■ **Required action**:
Count how many lines of the data include the string "kind", then say that number and stop.

***** Provided entries *****

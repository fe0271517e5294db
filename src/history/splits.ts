/**
 * Joins the two halves of split operations, which may stand in any order and in different files.
 */
import type { HistoryBuilder } from './builder.js'
import { ByteTable } from './byte-table.js'
import { ACKED, CAS, INCREMENT, NO_VALUE, READ } from './columns.js'
import type { InputProblem } from './problems.js'
import { type Instant, instantNs } from './times.js'

export interface HalfPlace {
  readonly file: number
  readonly fileName: string
  readonly line: number
}

/** A closing half. */
export interface Close {
  readonly end: Instant
  readonly outcome: number
  readonly applied: boolean
  /** value ids, NO_VALUE where not given */
  readonly value: number
  readonly saw: number
  readonly place: HalfPlace
}

const UNSEEN = 0
const OPEN = 1
const CLOSED = 2

export class Splits {
  readonly ids = new ByteTable()
  readonly #builder: HistoryBuilder
  /** id → UNSEEN (only a close came), OPEN or CLOSED */
  #state = new Uint8Array(1024)
  /** id → its operation */
  #operation = new Int32Array(1024)
  /** closes whose open has not come yet, by id */
  readonly #waiting = new Map<number, Close>()

  constructor(builder: HistoryBuilder) {
    this.#builder = builder
  }

  /** What is wrong with using this id for an operation, if anything. */
  trouble(id: number, isOpen: boolean): string | undefined {
    if (id < this.#state.length && this.#state[id] !== UNSEEN) return 'an id that no other operation has'
    if (!isOpen && this.#waiting.delete(id))
      return 'an id without a closing half elsewhere: this operation has its end'
    return undefined
  }

  /** Notes an operation with this id; joins its close where that came first. */
  add(id: number, operation: number, isOpen: boolean, place: HalfPlace): InputProblem | undefined {
    this.#reserve(id)
    this.#operation[id] = operation
    this.#state[id] = isOpen ? OPEN : CLOSED
    const close = this.#waiting.get(id)
    if (!close || !isOpen) return undefined
    this.#waiting.delete(id)
    return this.#join(id, close, place.file)
  }

  /** Joins a closing half, or keeps it until its open comes. */
  close(id: number, close: Close, fileOfOpen: (operation: number) => number): InputProblem | undefined {
    this.#reserve(id)
    if (this.#state[id] === CLOSED || this.#waiting.has(id)) {
      return problem(
        close.place,
        'misused-id',
        `a second closing half of id ${this.#quoted(id)}`,
        'one closing half an id',
      )
    }
    if (this.#state[id] === OPEN) return this.#join(id, close, fileOfOpen(this.#operation[id]))
    this.#waiting.set(id, close)
    return undefined
  }

  /** The closes whose open never came. */
  unopened(): InputProblem[] {
    return [...this.#waiting].map(([id, close]) =>
      problem(
        close.place,
        'close-without-open',
        `a closing half of id ${this.#quoted(id)}, which no line opens`,
        'the line that opens it, in one of the files',
        'give all files of the recording at once',
      ),
    )
  }

  #join(id: number, close: Close, fileOfOpen: number): InputProblem | undefined {
    const builder = this.#builder
    const i = this.#operation[id]
    this.#state[id] = CLOSED
    const startNs = builder.times.startNs(i)
    if (instantNs(close.end) < startNs) {
      return problem(
        close.place,
        'end-before-start',
        `an end ${startNs - instantNs(close.end)} ns before the start in the opening half`,
        'an end at or after the start',
      )
    }
    const kind = builder.kind[i]
    if (close.outcome === ACKED) {
      if (kind === READ) {
        if (close.value === NO_VALUE) {
          return problem(
            close.place,
            'missing-field',
            'an acked read without value',
            'value: what the read returned, null when the key was absent',
          )
        }
        builder.value[i] = close.value
      } else if (kind === INCREMENT) builder.value[i] = close.value
      else if (kind === CAS) {
        builder.applied[i] = close.applied ? 1 : 0
        if (!close.applied && close.saw !== NO_VALUE) builder.setSaw(i, close.saw)
      }
    }
    builder.outcome[i] = close.outcome
    builder.hasEnd[i] = 1
    builder.times.setEnd(i, close.end)
    builder.setClose(i, close.place.file, close.place.line, fileOfOpen)
    return undefined
  }

  #quoted(id: number): string {
    return JSON.stringify(this.ids.name(id))
  }

  #reserve(id: number): void {
    if (id < this.#state.length) return
    const size = Math.max(this.#state.length * 2, id + 1)
    const state = new Uint8Array(size)
    state.set(this.#state)
    this.#state = state
    const operation = new Int32Array(size)
    operation.set(this.#operation)
    this.#operation = operation
  }
}

function problem(
  place: HalfPlace,
  code: string,
  found: string,
  expected: string,
  advice?: string,
): InputProblem {
  return {
    code,
    file: place.fileName,
    line: place.line,
    found,
    expected,
    ...(advice === undefined ? {} : { advice }),
  }
}
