/**
 * What the headers of all files say together.
 */
export interface Header {
  readonly title: string | undefined
  readonly clockErrorNs: bigint
  readonly initialUnknown: boolean | undefined
  /** key → value id */
  readonly initial: ReadonlyMap<string, number>
}

/** Where a header stands. */
export interface HeaderPlace {
  readonly file: string
  readonly line: number
}

/** An initial value and the first header that states it. */
export interface InitialValue {
  readonly value: number
  readonly place: HeaderPlace
}

export class Headers {
  title: string | undefined
  /** the largest of all */
  clockErrorNs = 0n
  initialUnknown: boolean | undefined
  readonly initial = new Map<string, InitialValue>()
  /** the first header that states `initialUnknown` */
  #unknownPlace: HeaderPlace | undefined

  /** Joins a header to the others; what contradicts them, if anything (then nothing is joined). */
  add(header: Header, place: HeaderPlace): { found: string; expected: string } | undefined {
    for (const [key, value] of header.initial) {
      const known = this.initial.get(key)
      if (known !== undefined && known.value !== value) {
        return {
          found: `another initial value of ${JSON.stringify(key)} than ${nameOf(known.place)} states`,
          expected: 'one initial value a key',
        }
      }
    }
    const { initialUnknown } = header
    if (
      initialUnknown !== undefined &&
      this.initialUnknown !== undefined &&
      initialUnknown !== this.initialUnknown
    ) {
      return {
        found: `initialUnknown ${initialUnknown}`,
        expected: `${this.initialUnknown} as at ${nameOf(this.#unknownPlace!)}`,
      }
    }
    for (const [key, value] of header.initial) {
      if (!this.initial.has(key)) this.initial.set(key, { value, place })
    }
    if (initialUnknown !== undefined && this.initialUnknown === undefined) {
      this.initialUnknown = initialUnknown
      this.#unknownPlace = place
    }
    this.title ??= header.title
    if (header.clockErrorNs > this.clockErrorNs) this.clockErrorNs = header.clockErrorNs
    return undefined
  }
}

function nameOf({ file, line }: HeaderPlace): string {
  return `${file}:${line}`
}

*****

■ **Output of the task**:
4